◆ WHAT THE EXERCISE ASKS
When you retype the listing, keep every word exactly as it appears.

◆ DATA UNDER STUDY
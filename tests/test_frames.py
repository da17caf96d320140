"""Frames: msgpack header + raw bytes; every defect is a FrameError naming the peer."""
from __future__ import annotations

import struct

import msgpack
import numpy as np
import pytest

from shardtrain.errors import RunError
from shardtrain.transport import frames
from shardtrain.transport.frames import FrameError

META = {"kind": "halo", "epoch": 5, "layer": 1, "direction": "forward", "source": 3}


def _frame(array=None, **over):
    array = np.arange(12, dtype=np.float32).reshape(3, 4) if array is None else array
    return frames.encode_frame(array, **{**META, **over})


def _with_header(header: dict, payload: bytes = b"") -> bytes:
    body = msgpack.packb(header)
    return struct.pack("<I", len(body)) + body + payload


def _good_header(**over):
    return {**META, "dtype": "float32", "shape": [3, 4], "nbytes": 48, **over}


@pytest.mark.parametrize("dtype", ["float32", "float64", "int64"])
def test_round_trip_keeps_bits_shape_and_meta(dtype):
    a = (np.arange(24).reshape(2, 3, 4) * 1.25).astype(dtype)
    header, b = frames.decode_frame(_frame(a), peer=3)
    assert b.dtype == a.dtype and b.shape == a.shape and b.tobytes() == a.tobytes()
    assert {k: header[k] for k in META} == META and header["nbytes"] == a.nbytes


def test_header_is_plain_msgpack_after_a_little_endian_length():
    # Reference: the msgpack specification (decoded by the msgpack package itself).
    buf = _frame()
    (n,) = struct.unpack("<I", buf[:4])
    assert msgpack.unpackb(buf[4:4 + n]) == _good_header()
    assert len(buf) == 4 + n + 48


def test_frame_error_is_a_run_error():
    assert issubclass(FrameError, RunError)


@pytest.mark.parametrize("cut,message", [
    (2, r"truncated after 2 of 4 length-prefix bytes"),
    (20, r"truncated after 16 of \d+ header bytes"),
    (-1, r"truncated after 47 of 48 payload bytes"),
])
def test_truncation_is_named(cut, message):
    with pytest.raises(FrameError, match=r"^frame from worker 3: " + message):
        frames.decode_frame(_frame()[:cut], peer=3)


def test_trailing_bytes_are_refused():
    with pytest.raises(FrameError, match=r"frame from worker 3: 1 bytes after the payload"):
        frames.decode_frame(_frame() + b"x", peer=3)


def test_oversized_payload_is_refused_from_the_header_alone():
    head = frames.encode_header(dtype=np.float64, shape=(1 << 20,), **META)
    with pytest.raises(FrameError, match=r"frame from worker 3: payload of 8388608 bytes "
                                         r"exceeds the limit of 1000 bytes"):
        frames.decode_header(head[4:], peer=3, max_frame_bytes=1000)


@pytest.mark.parametrize("n", [0, frames.MAX_HEADER_BYTES + 1, 0xFFFFFFFF])
def test_header_length_outside_limits_is_refused(n):
    with pytest.raises(FrameError, match=r"frame from worker 7: header length"):
        frames.header_length(struct.pack("<I", n), peer=7)


@pytest.mark.parametrize("header,message", [
    (_good_header(dtype="object"), r"dtype 'object' not allowed"),
    (_good_header(dtype="bfloat16", nbytes=24), r"dtype 'bfloat16' not allowed"),
    (_good_header(shape=[3, 5]), r"shape \[3, 5\] of float32 is 60 bytes but the header says 48"),
    (_good_header(shape=[3, -4]), r"is not a list of at most 8 non-negative integers"),
    (_good_header(shape="3x4"), r"is not a list"),
    (_good_header(source=2), r"header names worker 2 as its source"),
    (_good_header(epoch="5"), r"'epoch' is not an integer"),
    (_good_header(epoch=True), r"'epoch' is not an integer"),
    (_good_header(kind=""), r"'kind' is not a short string"),
    ({k: v for k, v in _good_header().items() if k != "layer"}, r"missing \['layer'\]"),
    ({**_good_header(), "pickle": 1}, r"unexpected \['pickle'\]"),
])
def test_malformed_headers_are_named(header, message):
    with pytest.raises(FrameError, match=r"^frame from worker 3: .*" + message):
        frames.decode_frame(_with_header(header, b"\0" * 48), peer=3)


def test_garbage_and_extension_types_are_refused():
    with pytest.raises(FrameError, match=r"frame from worker 3: unreadable header"):
        frames.decode_header(b"\xc1\xc1\xc1", peer=3)
    ext = msgpack.packb(msgpack.ExtType(1, b"x"))
    with pytest.raises(FrameError, match=r"frame from worker 3: unreadable header"):
        frames.decode_header(ext, peer=3)
    with pytest.raises(FrameError, match=r"frame from worker 3: header is a list"):
        frames.decode_header(msgpack.packb([1, 2]), peer=3)


@pytest.mark.parametrize("field,value,message", [
    ("kind", "allreduce", r"expected kind 'allreduce', got 'halo'"),
    ("epoch", 6, r"expected epoch 6, got 5"),
    ("layer", 0, r"expected layer 0, got 1"),
    ("direction", "backward", r"expected direction 'backward', got 'forward'"),
])
def test_wrong_frame_for_this_exchange_is_named(field, value, message):
    header, _ = frames.decode_frame(_frame(), peer=3)
    want = {k: META[k] for k in ("kind", "epoch", "layer", "direction")}
    want[field] = value
    with pytest.raises(FrameError, match=r"^frame from worker 3: " + message):
        frames.check_expected(header, peer=3, dtype=np.float32, shape=(3, 4), **want)


def test_wrong_buffer_shape_or_dtype_is_named():
    header, _ = frames.decode_frame(_frame(), peer=3)
    want = {k: META[k] for k in ("kind", "epoch", "layer", "direction")}
    with pytest.raises(FrameError, match=r"shape \(3, 4\) does not match the receive buffer's"):
        frames.check_expected(header, peer=3, dtype=np.float32, shape=(4, 3), **want)
    with pytest.raises(FrameError, match=r"dtype float32 does not match .* float64"):
        frames.check_expected(header, peer=3, dtype=np.float64, shape=(3, 4), **want)
    frames.check_expected(header, peer=3, dtype=np.float32, shape=(3, 4), **want)  # fits


def test_unsendable_dtype_is_refused_at_the_sender():
    with pytest.raises(ValueError, match="cannot be sent"):
        frames.encode_frame(np.zeros(3, dtype=object), **META)


# Property checks (hypothesis): any array survives the round trip, and any truncation or
# single flipped byte in the framing is either caught as a FrameError naming the peer or
# decodes to a frame that is still self-consistent (flips inside values are not detectable).
from hypothesis import given, settings  # noqa: E402
from hypothesis import strategies as st  # noqa: E402

_shapes = st.lists(st.integers(0, 5), min_size=0, max_size=3)


@settings(max_examples=60, deadline=None)
@given(shape=_shapes, dtype=st.sampled_from(sorted(frames.DTYPES)), seed=st.integers(0, 99))
def test_any_array_round_trips(shape, dtype, seed):
    a = (np.random.default_rng(seed).standard_normal(shape) * 100).astype(dtype)
    header, b = frames.decode_frame(_frame(a), peer=3)
    assert b.shape == a.shape and b.tobytes() == a.tobytes()


@settings(max_examples=60, deadline=None)
@given(data=st.data())
def test_any_truncation_is_a_frame_error(data):
    buf = _frame(np.arange(7.0))
    cut = data.draw(st.integers(0, len(buf) - 1))
    with pytest.raises(FrameError, match=r"^frame from worker 3: "):
        frames.decode_frame(buf[:cut], peer=3)


@settings(max_examples=80, deadline=None)
@given(data=st.data())
def test_any_corrupt_framing_byte_is_caught_or_consistent(data):
    buf = bytearray(_frame(np.arange(7.0)))
    (n,) = struct.unpack("<I", buf[:4])
    pos = data.draw(st.integers(0, 4 + n - 1))
    buf[pos] ^= data.draw(st.integers(1, 255))
    try:
        header, array = frames.decode_frame(bytes(buf), peer=3)
    except FrameError as exc:
        assert str(exc).startswith("frame from worker 3: ")
    else:
        assert array.nbytes == header["nbytes"] and header["source"] == 3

◆ FINAL ANSWER
filename tests/test_frames.py
repository da17caf96d320140
"""Frames: msgpack header + raw bytes; every defect is a FrameError naming the peer."""
from __future__ import annotations

import struct

import msgpack
import numpy as np
import pytest

from shardtrain.errors import RunError
from shardtrain.transport import frames
from shardtrain.transport.frames import FrameError

META = {"kind": "halo", "epoch": 5, "layer": 1, "direction": "forward", "source": 3}


def _frame(array=None, **over):
    array = np.arange(12, dtype=np.float32).reshape(3, 4) if array is None else array
    return frames.encode_frame(array, **{**META, **over})


def _with_header(header: dict, payload: bytes = b"") -> bytes:
    body = msgpack.packb(header)
    return struct.pack("<I", len(body)) + body + payload


def _good_header(**over):
    return {**META, "dtype": "float32", "shape": [3, 4], "nbytes": 48, **over}


@pytest.mark.parametrize("dtype", ["float32", "float64", "int64"])
def test_round_trip_keeps_bits_shape_and_meta(dtype):
    a = (np.arange(24).reshape(2, 3, 4) * 1.25).astype(dtype)
    header, b = frames.decode_frame(_frame(a), peer=3)
    assert b.dtype == a.dtype and b.shape == a.shape and b.tobytes() == a.tobytes()
    assert {k: header[k] for k in META} == META and header["nbytes"] == a.nbytes


def test_header_is_plain_msgpack_after_a_little_endian_length():
    # Reference: the msgpack specification (decoded by the msgpack package itself).
    buf = _frame()
    (n,) = struct.unpack("<I", buf[:4])
    assert msgpack.unpackb(buf[4:4 + n]) == _good_header()
    assert len(buf) == 4 + n + 48


def test_frame_error_is_a_run_error():
    assert issubclass(FrameError, RunError)


@pytest.mark.parametrize("cut,message", [
    (2, r"truncated after 2 of 4 length-prefix bytes"),
    (20, r"truncated after 16 of \d+ header bytes"),
    (-1, r"truncated after 47 of 48 payload bytes"),
])
def test_truncation_is_named(cut, message):
    with pytest.raises(FrameError, match=r"^frame from worker 3: " + message):
        frames.decode_frame(_frame()[:cut], peer=3)


def test_trailing_bytes_are_refused():
    with pytest.raises(FrameError, match=r"frame from worker 3: 1 bytes after the payload"):
        frames.decode_frame(_frame() + b"x", peer=3)


def test_oversized_payload_is_refused_from_the_header_alone():
    head = frames.encode_header(dtype=np.float64, shape=(1 << 20,), **META)
    with pytest.raises(FrameError, match=r"frame from worker 3: payload of 8388608 bytes "
                                         r"exceeds the limit of 1000 bytes"):
        frames.decode_header(head[4:], peer=3, max_frame_bytes=1000)


@pytest.mark.parametrize("n", [0, frames.MAX_HEADER_BYTES + 1, 0xFFFFFFFF])
def test_header_length_outside_limits_is_refused(n):
    with pytest.raises(FrameError, match=r"frame from worker 7: header length"):
        frames.header_length(struct.pack("<I", n), peer=7)


@pytest.mark.parametrize("header,message", [
    (_good_header(dtype="object"), r"dtype 'object' not allowed"),
    (_good_header(dtype="bfloat16", nbytes=24), r"dtype 'bfloat16' not allowed"),
    (_good_header(shape=[3, 5]), r"shape \[3, 5\] of float32 is 60 bytes but the header says 48"),
    (_good_header(shape=[3, -4]), r"is not a list of at most 8 non-negative integers"),
    (_good_header(shape="3x4"), r"is not a list"),
    (_good_header(source=2), r"header names worker 2 as its source"),
    (_good_header(epoch="5"), r"'epoch' is not an integer"),
    (_good_header(epoch=True), r"'epoch' is not an integer"),
    (_good_header(kind=""), r"'kind' is not a short string"),
    ({k: v for k, v in _good_header().items() if k != "layer"}, r"missing \['layer'\]"),
    ({**_good_header(), "pickle": 1}, r"unexpected \['pickle'\]"),
])
def test_malformed_headers_are_named(header, message):
    with pytest.raises(FrameError, match=r"^frame from worker 3: .*" + message):
        frames.decode_frame(_with_header(header, b"\0" * 48), peer=3)


def test_garbage_and_extension_types_are_refused():
    with pytest.raises(FrameError, match=r"frame from worker 3: unreadable header"):
        frames.decode_header(b"\xc1\xc1\xc1", peer=3)
    ext = msgpack.packb(msgpack.ExtType(1, b"x"))
    with pytest.raises(FrameError, match=r"frame from worker 3: unreadable header"):
        frames.decode_header(ext, peer=3)
    with pytest.raises(FrameError, match=r"frame from worker 3: header is a list"):
        frames.decode_header(msgpack.packb([1, 2]), peer=3)


@pytest.mark.parametrize("field,value,message", [
    ("kind", "allreduce", r"expected kind 'allreduce', got 'halo'"),
    ("epoch", 6, r"expected epoch 6, got 5"),
    ("layer", 0, r"expected layer 0, got 1"),
    ("direction", "backward", r"expected direction 'backward', got 'forward'"),
])
def test_wrong_frame_for_this_exchange_is_named(field, value, message):
    header, _ = frames.decode_frame(_frame(), peer=3)
    want = {k: META[k] for k in ("kind", "epoch", "layer", "direction")}
    want[field] = value
    with pytest.raises(FrameError, match=r"^frame from worker 3: " + message):
        frames.check_expected(header, peer=3, dtype=np.float32, shape=(3, 4), **want)


def test_wrong_buffer_shape_or_dtype_is_named():
    header, _ = frames.decode_frame(_frame(), peer=3)
    want = {k: META[k] for k in ("kind", "epoch", "layer", "direction")}
    with pytest.raises(FrameError, match=r"shape \(3, 4\) does not match the receive buffer's"):
        frames.check_expected(header, peer=3, dtype=np.float32, shape=(4, 3), **want)
    with pytest.raises(FrameError, match=r"dtype float32 does not match .* float64"):
        frames.check_expected(header, peer=3, dtype=np.float64, shape=(3, 4), **want)
    frames.check_expected(header, peer=3, dtype=np.float32, shape=(3, 4), **want)  # fits


def test_unsendable_dtype_is_refused_at_the_sender():
    with pytest.raises(ValueError, match="cannot be sent"):
        frames.encode_frame(np.zeros(3, dtype=object), **META)


# Property checks (hypothesis): any array survives the round trip, and any truncation or
# single flipped byte in the framing is either caught as a FrameError naming the peer or
# decodes to a frame that is still self-consistent (flips inside values are not detectable).
from hypothesis import given, settings  # noqa: E402
from hypothesis import strategies as st  # noqa: E402

_shapes = st.lists(st.integers(0, 5), min_size=0, max_size=3)


@settings(max_examples=60, deadline=None)
@given(shape=_shapes, dtype=st.sampled_from(sorted(frames.DTYPES)), seed=st.integers(0, 99))
def test_any_array_round_trips(shape, dtype, seed):
    a = (np.random.default_rng(seed).standard_normal(shape) * 100).astype(dtype)
    header, b = frames.decode_frame(_frame(a), peer=3)
    assert b.shape == a.shape and b.tobytes() == a.tobytes()


@settings(max_examples=60, deadline=None)
@given(data=st.data())
def test_any_truncation_is_a_frame_error(data):
    buf = _frame(np.arange(7.0))
    cut = data.draw(st.integers(0, len(buf) - 1))
    with pytest.raises(FrameError, match=r"^frame from worker 3: "):
        frames.decode_frame(buf[:cut], peer=3)


@settings(max_examples=80, deadline=None)
@given(data=st.data())
def test_any_corrupt_framing_byte_is_caught_or_consistent(data):
    buf = bytearray(_frame(np.arange(7.0)))
    (n,) = struct.unpack("<I", buf[:4])
    pos = data.draw(st.integers(0, 4 + n - 1))
    buf[pos] ^= data.draw(st.integers(1, 255))
    try:
        header, array = frames.decode_frame(bytes(buf), peer=3)
    except FrameError as exc:
        assert str(exc).startswith("frame from worker 3: ")
    else:
        assert array.nbytes == header["nbytes"] and header["source"] == 3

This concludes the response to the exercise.